15. The network device according to claim 14, wherein the query result comprises a peer identifier of a candidate peer of a lowest storage path cost, or storage path costs of all candidate peers, or peer identifiers of candidate peers arranged in order of magnitude of the storage path costs.

16. The network device according to claim 14, wherein the obtaining module is specifically configured to receive a network resource download request sent by the requesting peer, and obtain the peer identifier of the requesting peer from the network resource download request; and obtain the peer identifier of the candidate peer from a peer identifier swarm.

17. The network device according to claim 14, wherein the obtaining module is specifically configured to receive the peer identifier of the requesting peer and the peer identifier of the candidate peer sent by the requesting peer.

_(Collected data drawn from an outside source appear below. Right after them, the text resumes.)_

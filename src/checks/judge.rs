//! Asks every check of every subject that it is about.

use std::cmp::Ordering;
use std::collections::HashMap;

use super::check::{Check, Rule};
use super::finding::{Counts, Finding, Judgement, Outcome, Point};
use super::language::{Answer, Condition, Context, Decision, Figures, Judged, Path, value};
use super::merge::merge;
use super::set::Checks;
use super::template::Template;
use super::verdict::{Level, Verdict};
use super::wording::{Filling, missing};
use crate::facts::{Subject, Value};
use crate::quantity::Quantity;

/// Asks every check of every subject that it is about; one finding tells all that the same missing figures leave
/// unknown.
#[must_use]
pub fn judge(checks: &Checks, subjects: &[Subject], figures: &dyn Figures) -> Judgement {
    let judgement = judge_apart(checks, subjects, figures);
    Judgement { findings: merge(judgement.findings, figures), ..judgement }
}

/// Asks every check of every subject that it is about; each requirement has a finding of its own.
#[must_use]
pub fn judge_apart(checks: &Checks, subjects: &[Subject], figures: &dyn Figures) -> Judgement {
    let mut subjects: Vec<(String, Subject)> =
        subjects.iter().map(|subject| (figures.label(*subject), *subject)).collect();
    subjects.sort_by(|one, other| natural(&one.0, &other.0).then_with(|| one.1.cmp(&other.1)));
    let mut judged: Vec<(Outcome, Option<Finding>)> = Vec::new();
    for check in checks.iter() {
        for (_, subject) in subjects.iter().filter(|(_, subject)| subject.kind() == check.about) {
            judged.extend(ask(check, *subject, figures));
        }
    }
    suppress(checks, &mut judged);
    let (mut outcomes, mut findings, mut suppressed) = (Vec::new(), Vec::new(), Vec::new());
    for (outcome, finding) in judged {
        let told = if outcome.suppressed_by.is_none() { &mut findings } else { &mut suppressed };
        told.extend(finding);
        outcomes.push(outcome);
    }
    // Stable: within a level the order of checks, then of subjects, stays; but what is unknown of a regulator tells what
    // is unknown of its capacitors for the same reason.
    let told_along = |finding: &Finding| {
        finding.verdict == Verdict::Unknown && matches!(finding.subject, Subject::Capacitor { .. })
    };
    findings.sort_by_key(|finding: &Finding| (finding.level, told_along(finding)));
    Judgement { findings, suppressed, counts: Counts::of(&outcomes), outcomes }
}

/// Asks one check of one subject; `None` where it does not apply.
#[must_use]
pub fn ask(check: &Check, subject: Subject, figures: &dyn Figures) -> Option<(Outcome, Option<Finding>)> {
    let context = Context { figures, settings: &check.settings, subject, member: None };
    let gate = Gate::of(check.when.as_ref(), context)?;
    let mut worst: Option<(usize, &Rule, Judged)> = None;
    for (index, rule) in check.requires.iter().enumerate() {
        let Some(inner) = Gate::of(rule.when.as_ref(), context) else { continue };
        let Answer::Judged(judged) = rule.holds.evaluate(context) else { continue };
        let mut judged = inner.pass(gate.pass(judged));
        for cap in [rule.at_most, check.at_most].into_iter().flatten() {
            judged.verdict = judged.verdict.at_most(cap);
        }
        if worst.as_ref().is_none_or(|(_, _, known)| judged.verdict < known.verdict) {
            worst = Some((index, rule, judged));
        }
    }
    let (index, rule, judged) = worst?;
    let outcome = Outcome { check: check.name.clone(), subject, verdict: judged.verdict, suppressed_by: None };
    Some((outcome, say(check, index, rule, judged, context)))
}

/// Whether something is asked, and how surely.
#[derive(Debug)]
pub(super) struct Gate {
    verdict: Verdict,
    decision: Decision,
}

impl Gate {
    /// `None` where it is not asked: the condition does not apply, or speaks against it with guesses at nominal.
    pub(super) fn of(when: Option<&Condition>, context: Context<'_>) -> Option<Self> {
        let Some(when) = when else {
            return Some(Self { verdict: Verdict::Holds, decision: Decision::default() });
        };
        match when.guards(context) {
            Answer::Judged(Judged { verdict: Verdict::Fails | Verdict::Doubtful, .. }) | Answer::NotAsked => None,
            Answer::Judged(Judged { verdict, decision }) => Some(Self { verdict, decision }),
        }
    }

    /// What a requirement comes to behind the gate: where a guess opened it, it cannot fail; where it is unknown
    /// whether it is open, what breaks is unknown.
    pub(super) fn pass(&self, mut judged: Judged) -> Judged {
        let guessed = self.decision.guessed || self.verdict == Verdict::Tight;
        if judged.verdict == Verdict::Holds || (!guessed && self.verdict != Verdict::Unknown) {
            return judged;
        }
        if self.verdict == Verdict::Unknown {
            judged.verdict = Verdict::Unknown;
            judged.decision.missing.extend(self.decision.missing.iter().cloned());
        } else {
            judged.verdict = judged.verdict.at_most(Verdict::Doubtful);
        }
        for settle in &self.decision.settle {
            if !judged.decision.settle.contains(settle) {
                judged.decision.settle.push(settle.clone());
            }
        }
        judged
    }
}

fn say(check: &Check, index: usize, rule: &Rule, judged: Judged, context: Context<'_>) -> Option<Finding> {
    let Judged { verdict, decision } = judged;
    let level = verdict.level()?;
    let context = Context { member: decision.member, ..context };
    let filling = Filling { context, verdict, decision: &decision };
    let template = rule.says.sentence(verdict).or_else(|| check.says.sentence(verdict));
    let message = template.map_or_else(
        || {
            format!(
                "{} of {} cannot be judged: {}",
                check.name,
                context.figures.label(context.subject),
                missing(&decision)
            )
        },
        |template| template.fill(filling).text,
    );
    let hints = if rule.hints.is_empty() { &check.hints } else { &rule.hints };
    // What to change is known only where something breaks; what is unknown is to be declared first.
    let hints = hints.iter().filter(|_| verdict != Verdict::Unknown).map(|hint| hint.fill(filling));
    let mut lines: Vec<String> = Vec::new();
    for hint in hints.filter(|hint| hint.whole) {
        if !lines.contains(&hint.text) {
            lines.push(hint.text);
        }
    }
    let quantities = shown(check, template, &decision, context);
    Some(Finding {
        check: check.name.clone(),
        verdict,
        level,
        subject: context.subject,
        member: decision.member,
        requirement: index,
        message,
        hints: lines,
        slack: decision.slack,
        quantities,
        settle: decision.settle,
        missing: decision.missing.iter().map(|evidence| evidence.key.clone()).collect(),
        primary: point(&check.points.primary, context),
        also: check.points.also.iter().flat_map(|name| point(name, context)).collect(),
        merged: Vec::new(),
        suppresses: Vec::new(),
    })
}

/// The figures of a finding: those that the check lists, those that decided, and those that the message prints.
fn shown(
    check: &Check,
    template: Option<&Template>,
    decision: &Decision,
    context: Context<'_>,
) -> Vec<(String, Quantity)> {
    let mut quantities = listed(check, context);
    for (name, figure) in &decision.figures {
        if quantities.iter().all(|(known, _)| known != name) && is_news(figure, &quantities) {
            quantities.push((name.clone(), figure.clone()));
        }
    }
    for path in template.into_iter().flat_map(Template::figures) {
        let name = path.written();
        if let Value::Figure(figure) = value(context, path)
            && !matches!(path, Path::Setting(_))
            && quantities.iter().all(|(known, _)| *known != name)
            && is_news(&figure, &quantities)
        {
            quantities.push((name, figure));
        }
    }
    quantities
}

/// Whether a figure rests on other things than each of those listed: one that rests on just the same is only another
/// end or reading of it, and says nothing more.
fn is_news(figure: &Quantity, listed: &[(String, Quantity)]) -> bool {
    let keys = |quantity: &Quantity| quantity.evidence().map(|evidence| evidence.key.clone()).collect::<Vec<_>>();
    let own = keys(figure);
    own.is_empty() || listed.iter().all(|(_, other)| keys(other) != own)
}

/// The figures that the check lists whatever decides; those that do not apply or are missing are left out.
fn listed(check: &Check, context: Context<'_>) -> Vec<(String, Quantity)> {
    let figure = |name: &String| match context.figures.value(context.subject, name) {
        Value::Figure(figure) if !figure.is_missing() => Some((name.clone(), figure)),
        _ => None,
    };
    check.points.figures.iter().filter_map(figure).collect()
}

/// What a name of `[points]` stands for.
fn point(name: &str, context: Context<'_>) -> Vec<Point> {
    if name == "subject" {
        return vec![Point::Subject(context.subject)];
    }
    match context.figures.value(context.subject, name) {
        Value::Word(word) if !word.word.is_empty() => vec![Point::Named { role: name.to_owned(), name: word.word }],
        Value::Group(members) => members.into_iter().map(Point::Subject).collect(),
        Value::Inapplicable(_) => context.member.map(Point::Subject).into_iter().collect(),
        _ => Vec::new(),
    }
}

/// Marks what another finding about the same subject makes superfluous: a milder or equal verdict beside one that
/// fails or is doubtful.
fn suppress(checks: &Checks, judged: &mut [(Outcome, Option<Finding>)]) {
    // Where the outcomes of a subject stand; only looked up.
    let mut places: HashMap<Subject, Vec<(usize, Verdict)>> = HashMap::new();
    for (at, (outcome, _)) in judged.iter().enumerate() {
        places.entry(outcome.subject).or_default().push((at, outcome.verdict));
    }
    let mut told: Vec<(usize, String)> = Vec::new();
    for at in 0..judged.len() {
        let Some((outcome, Some(_))) = judged.get(at) else { continue };
        let others = checks.get(&outcome.check).map_or(&[][..], |check| &check.suppressed_by);
        let beside = places.get(&outcome.subject).map_or(&[][..], Vec::as_slice);
        let by = others.iter().find_map(|other| {
            let named = |at: usize| judged.get(at).is_some_and(|(outcome, _)| outcome.check == *other);
            let (place, verdict) = beside.iter().copied().find(|(at, _)| named(*at))?;
            (verdict <= Verdict::Doubtful && verdict <= outcome.verdict).then(|| (place, other.clone()))
        });
        if let (Some((place, by)), Some((outcome, _))) = (by, judged.get_mut(at)) {
            told.push((place, outcome.check.clone()));
            outcome.suppressed_by = Some(by);
        }
    }
    for (place, check) in told {
        if let Some((_, Some(finding))) = judged.get_mut(place) {
            finding.suppresses.push(check);
        }
    }
}

/// Compares labels as people sort them: runs of digits by their value (`U2` before `U10`).
#[must_use]
pub fn natural(one: &str, other: &str) -> Ordering {
    let (mut a, mut b) = (one, other);
    loop {
        let (left, right) = (digits(a), digits(b));
        let order = match (left, right) {
            (0, 0) => match (a.chars().next(), b.chars().next()) {
                (None, None) => return one.cmp(other),
                (None, Some(_)) => return Ordering::Less,
                (Some(_), None) => return Ordering::Greater,
                (Some(x), Some(y)) => {
                    (a, b) = (a.get(x.len_utf8()..).unwrap_or(""), b.get(y.len_utf8()..).unwrap_or(""));
                    x.cmp(&y)
                }
            },
            (0, _) => a.chars().next().map_or(Ordering::Less, |x| x.cmp(&'0')),
            (_, 0) => b.chars().next().map_or(Ordering::Greater, |y| '0'.cmp(&y)),
            _ => {
                let (x, y) = (a.get(..left).unwrap_or(""), b.get(..right).unwrap_or(""));
                (a, b) = (a.get(left..).unwrap_or(""), b.get(right..).unwrap_or(""));
                let (x, y) = (x.trim_start_matches('0'), y.trim_start_matches('0'));
                x.len().cmp(&y.len()).then_with(|| x.cmp(y))
            }
        };
        if order != Ordering::Equal {
            return order;
        }
    }
}

fn digits(text: &str) -> usize {
    text.bytes().take_while(u8::is_ascii_digit).count()
}

/// The level of the worst finding.
#[must_use]
pub fn worst_level(findings: &[Finding]) -> Option<Level> {
    findings.iter().map(|finding| finding.level).min()
}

18. A peer selection system, comprising a requesting peer, a network device, and a server; wherein:

the requesting peer is configured to send a network resource download request carrying a peer identifier;

the network device is configured to receive the network resource download request, and send a peer identifier of the requesting peer and a peer identifier of a candidate peer to the server, wherein the candidate peer owns a network resource requested by the requesting peer; and

the server is configured to query a storage path cost of the candidate peer according to a preset network map, and return a query result, wherein the storage path cost of the candidate peer refers to cost between a network storage of the candidate peer and the requesting peer; and

the network device is further configured to receive the query result, and notify the requesting peer of the query result.

19. The peer selection system according to claim 15, wherein the query result comprises a peer identifier of a candidate peer of a lowest storage path cost, or storage path costs of all candidate peers, or peer identifiers of candidate peers arranged in order of magnitude of the storage path costs.